The American People in the Twentieth Century PDF Author: Oscar Handlin
Publisher:
ISBN:
Category :
Languages : en
Pages :

Book Description


The American People in the Twentieth Century

The American People in the Twentieth Century PDF Author: Oscar Handlin
Publisher:
ISBN:
Category :
Languages : en
Pages :

Book Description


CULTURE AS HISTORY

CULTURE AS HISTORY PDF Author: Warren Susman
Publisher: Pantheon
ISBN: 0307826147
Category : History
Languages : en
Pages : 481

Book Description
Bringing together for the first time the best of twenty-five years of unique critical work, Warren Susman takes us on a startling tour through the conflicts and events which have transformed the social, political, and cultural face of America in this century. Probing a rich panoply of images from the mass media and advertising, testing prevalent intellectual and economic theories, linking the revolutions in communications and technology to the rise of a new pantheon of popular heroes. Susman documents and analyzes the process through which the older, Puritan-republican, producer-capitalist culture has given way to the leisure-oriented, consumer society we now inhabit: the culture of abundance.

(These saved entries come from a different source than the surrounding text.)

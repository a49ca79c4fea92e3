"""Research exports that describe themselves, keep detections apart from predictions, and load in the
tools researchers use.

Outside references: NumPy's loader with allow_pickle=False (plain arrays only) reads the .npz;
PyAV/FFmpeg reads the source's frame size and rate and hashlib its SHA-256; pycocotools
(COCO.loadRes) reads the COCO results; py-motmetrics (motmetrics.io.loadtxt, MOTChallenge
"mot15-2D" layout of Milan et al., arXiv 1603.00831 §3.3, and its CLEAR-MOT / IDF1 metrics) reads
the MOT file; numpy.loadtxt reads the trajectory CSVs, whose columns are checked against the
documented layout (frame, then x, y of the 17 COCO-17 keypoints in the published order). People in
the clip come from scikit-image's stills (astronaut(): public domain, NASA; camera(): CC0, Lav
Varshney), pasted at known rectangles (tests/conftest.py).
"""

from __future__ import annotations

import base64
import hashlib
import json

import av
import numpy as np
import pytest
from click.testing import CliRunner

if not hasattr(np, "asfarray"):  # NumPy 2 removed np.asfarray, which motmetrics 1.4.0 still calls
    np.asfarray = lambda a, dtype=float: np.asarray(a, dtype=dtype)

import motmetrics as mm

from redact.cli import main
from redact.pipeline import ProcessSettings, process_video
from redact.provenance.signing import Signer
from redact.skeletons.export import FORMATS, export_package
from redact.vision.pose import PoseSettings

SEED = bytes(range(32))
# As published (cocodataset.org keypoint format), typed here independently of redact.vision.skeleton.
COCO_NAMES = ["nose", "left_eye", "right_eye", "left_ear", "right_ear", "left_shoulder", "right_shoulder",
              "left_elbow", "right_elbow", "left_wrist", "right_wrist", "left_hip", "right_hip",
              "left_knee", "right_knee", "left_ankle", "right_ankle"]


@pytest.fixture(scope="module")
def made(tmp_path_factory, crossing_clip):
    """A signed package of the crossing clip (two people, one through a dim stretch: the tracker
    predicts positions there), its public key and the rows as the standard json module reads them."""
    root = tmp_path_factory.mktemp("export-formats")
    signer = Signer.from_seed(SEED)
    result = process_video(crossing_clip.path, root / "out", signer,
                           ProcessSettings(pose=PoseSettings(input_long_side=320)))
    rows = [json.loads(line) for line in (result.package / "skeletons.jsonl").read_text().splitlines()]
    people = [(r["frame"], p) for r in rows for p in r["people"]]
    assert any(p["state"] == "predicted" for _, p in people), "the fixture needs predicted positions"
    return {"package": result.package, "key": signer.public_key, "rows": rows, "people": people,
            "source": crossing_clip.path, "root": root}


def test_npz_describes_itself_without_pickles(made, tmp_path):
    out = tmp_path / "tracks.npz"
    export_package(made["package"], "npz", out, trusted_keys=[made["key"]])
    with av.open(str(made["source"])) as c:
        stream = c.streams.video[0]
        width, height, rate = stream.width, stream.height, float(stream.average_rate)
    envelope = json.loads((made["package"] / "envelope.json").read_text())
    statement_sha = hashlib.sha256(base64.b64decode(envelope["payload"])).hexdigest()
    with np.load(out, allow_pickle=False) as z:  # plain arrays only, or this raises
        assert z["keypoint_names"].tolist() == COCO_NAMES
        assert (int(z["frame_width"]), int(z["frame_height"])) == (width, height)
        assert float(z["fps"]) == pytest.approx(rate)
        assert str(z["coordinate_units"]) == "pixels" and "top-left" in str(z["coordinate_system"])
        assert str(z["source_sha256"]) == hashlib.sha256(made["source"].read_bytes()).hexdigest()
        assert str(z["statement_sha256"]) == statement_sha
        assert bool(z["verified"]) is True
        meta = json.loads(str(z["metadata"]))  # the same description as one JSON object
        assert meta["frame_width"] == width and meta["statement_sha256"] == statement_sha
        assert meta["keypoint_names"] == COCO_NAMES and meta["coordinate_units"] == "pixels"
        # every row is kept, each flagged observed or predicted
        kept = sum(len(z[f"track_{t}_observed"]) for t in z["track_ids"])
        predicted = sum(int((~z[f"track_{t}_observed"]).sum()) for t in z["track_ids"])
    assert kept == len(made["people"]) and predicted == sum(p["state"] == "predicted" for _, p in made["people"])
    # unverified: the description is read from the statement, and says it was not verified
    export_package(made["package"], "npz", tmp_path / "u.npz")
    with np.load(tmp_path / "u.npz", allow_pickle=False) as z:
        assert bool(z["verified"]) is False and str(z["statement_sha256"]) == statement_sha


def test_npz_of_a_package_without_a_statement_says_unknown(tmp_path, made):
    bare = tmp_path / "bare"
    bare.mkdir()
    (bare / "skeletons.jsonl").write_bytes((made["package"] / "skeletons.jsonl").read_bytes())
    export_package(bare, "npz", tmp_path / "b.npz")
    with np.load(tmp_path / "b.npz", allow_pickle=False) as z:
        assert int(z["frame_width"]) == -1 and float(z["fps"]) == -1.0 and str(z["statement_sha256"]) == ""
        assert json.loads(str(z["metadata"]))["frame_width"] is None


def test_coco_marks_each_state_and_leaves_predictions_out_by_default(made, tmp_path):
    from pycocotools.coco import COCO

    observed = [(f, p) for f, p in made["people"] if p["state"] == "observed"]
    out = tmp_path / "r.json"
    s = export_package(made["package"], "coco", out, trusted_keys=[made["key"]])
    results = json.loads(out.read_text())
    assert len(results) == len(observed) and {r["state"] for r in results} == {"observed"}
    assert s["predicted_left_out"] == len(made["people"]) - len(observed)
    gt = COCO(str(tmp_path / "r.gt.json"))
    assert len(gt.loadRes(str(out)).getAnnIds()) == len(observed)
    assert gt.dataset["info"]["predictions"] == "left out" and gt.dataset["info"]["keypoint_names"] == COCO_NAMES
    both = tmp_path / "all.json"
    export_package(made["package"], "coco", both, trusted_keys=[made["key"]], include_predicted=True)
    results = json.loads(both.read_text())
    assert len(results) == len(made["people"])
    want = sorted((f, p["id"], p["state"]) for f, p in made["people"])
    assert sorted((r["image_id"], r["track_id"], r["state"]) for r in results) == want


def test_mot_file_loads_in_py_motmetrics(made, tmp_path):
    out = tmp_path / "tracks.txt"
    s = export_package(made["package"], "mot", out, trusted_keys=[made["key"]])
    df = mm.io.loadtxt(str(out), fmt="mot15-2D")  # MOTChallenge layout; frames from 1, pixels from 1
    observed = [(f, p) for f, p in made["people"] if p["state"] == "observed"]
    assert len(df) == len(observed) == s["lines"]
    for f, p in observed:
        x1, y1, x2, y2 = p["box"]
        row = df.loc[(f + 1, p["id"])]
        assert row["X"] == pytest.approx(x1, abs=1e-3) and row["Y"] == pytest.approx(y1, abs=1e-3)
        assert row["Width"] == pytest.approx(x2 - x1, abs=1e-3) and row["Height"] == pytest.approx(y2 - y1, abs=1e-3)
        assert row["Confidence"] == pytest.approx(p["score"], abs=1e-6)
    # scored against itself as ground truth, every box matches under py-motmetrics' CLEAR-MOT and IDF1
    acc = mm.utils.compare_to_groundtruth(df, df, "iou", distth=0.5)
    summary = mm.metrics.create().compute(acc, metrics=["mota", "idf1", "num_switches"], name="self")
    assert summary["mota"].iloc[0] == pytest.approx(1.0) and summary["idf1"].iloc[0] == pytest.approx(1.0)
    assert summary["num_switches"].iloc[0] == 0
    with_pred = tmp_path / "all.txt"
    export_package(made["package"], "mot", with_pred, trusted_keys=[made["key"]], include_predicted=True)
    assert len(mm.io.loadtxt(str(with_pred), fmt="mot15-2D")) == len(made["people"])


def test_trajectory_csvs_have_the_documented_columns(made, tmp_path):
    out = tmp_path / "traj"
    s = export_package(made["package"], "trajectories", out, trusted_keys=[made["key"]])
    meta = json.loads((out / "metadata.json").read_text())
    # documented layout: frame, then x and y of each COCO-17 keypoint in the published order
    assert meta["columns"] == ["frame"] + [f"{n}_{a}" for n in COCO_NAMES for a in ("x", "y")]
    assert meta["predictions"].startswith("left out") and meta["statement_sha256"]
    by_track: dict[int, list] = {}
    for f, p in made["people"]:
        if p["state"] == "observed":
            by_track.setdefault(p["id"], []).append((f, p))
    assert sorted(x.name for x in out.iterdir()) == sorted(
        [f"trajectory_{t}.csv" for t in by_track] + ["metadata.json"])
    assert s["tracks"] == len(by_track)
    for tid, items in by_track.items():
        first = (out / f"trajectory_{tid}.csv").read_text().splitlines()[0]
        assert not first[0].isalpha()  # no header line
        table = np.loadtxt(out / f"trajectory_{tid}.csv", delimiter=",", ndmin=2)
        assert table.shape == (len(items), 35)
        assert table[:, 0].tolist() == [f for f, _ in items]
        want = np.array([[v for x, y, _ in p["kp"] for v in (x, y)] for _, p in items])
        np.testing.assert_allclose(table[:, 1:], want, atol=1e-3)
    # the folder is new: an existing one is refused, nothing half-written is left
    r = CliRunner().invoke(main, ["export", str(made["package"]), "--format", "trajectories", "--out", str(out)])
    assert r.exit_code == 2 and "already exists" in r.stderr
    assert not [x for x in tmp_path.iterdir() if x.name.startswith(".")]


def test_cli_formats_and_options(made, tmp_path):
    from redact.cli.cmd_export import EXPORT_FORMATS

    assert tuple(EXPORT_FORMATS) == FORMATS
    r = CliRunner().invoke(main, ["export", str(made["package"]), "--format", "mot", "--out", str(tmp_path / "m.txt"),
                                  "--include-predicted", "--json"])
    assert r.exit_code == 0, r.output
    assert json.loads(r.stdout)["lines"] == len(made["people"])
    bad = CliRunner().invoke(main, ["export", str(made["package"]), "--format", "npz", "--out",
                                    str(tmp_path / "x.npz"), "--include-predicted"])
    assert bad.exit_code == 2 and bad.stderr.startswith("error:") and "--include-predicted" in bad.stderr
    left = CliRunner().invoke(main, ["export", str(made["package"]), "--format", "coco", "--out",
                                     str(tmp_path / "c.json")])
    assert left.exit_code == 0 and "left out" in left.stderr
    help_ = " ".join(CliRunner().invoke(main, ["export", "--help"]).output.split())
    assert "mot" in help_ and "trajectories" in help_ and "allow_pickle=False" in help_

The American People in the Twentieth Century

The American People in the Twentieth Century PDF Author: Oscar Handlin
Publisher: Books on Demand
ISBN: 9780783741062
Category : Minorities
Languages : en
Pages : 256

Book Description


Between Citizens and the State

Between Citizens and the State PDF Author: Christopher P. Loss
Publisher: Princeton University Press
ISBN: 0691148279
Category : Education
Languages : en
Pages : 342

Book Description
This book tracks the dramatic outcomes of the federal government's growing involvement in higher education between World War I and the 1970s, and the conservative backlash against that involvement from the 1980s onward. Using cutting-edge analysis, Christopher Loss recovers higher education's central importance to the larger social and political history of the United States in the twentieth century, and chronicles its transformation into a key mediating institution between citizens and the state. Framed around the three major federal higher education policies of the twentieth century--the 1944 GI Bill, the 1958 National Defense Education Act, and the 1965 Higher Education Act--the book charts the federal government's various efforts to deploy education to ready citizens for the national, bureaucratized, and increasingly global world in which they lived. Loss details the myriad ways in which academic leaders and students shaped, and were shaped by, the state's shifting political agenda as it moved from a preoccupation with economic security during the Great Depression, to national security during World War II and the Cold War, to securing the rights of African Americans, women, and other previously marginalized groups during the 1960s and '70s. Along the way, Loss reappraises the origins of higher education's current-day diversity regime, the growth of identity group politics, and the privatization of citizenship at the close of the twentieth century. At a time when people's faith in government and higher education is being sorely tested, this book sheds new light on the close relations between American higher education and politics.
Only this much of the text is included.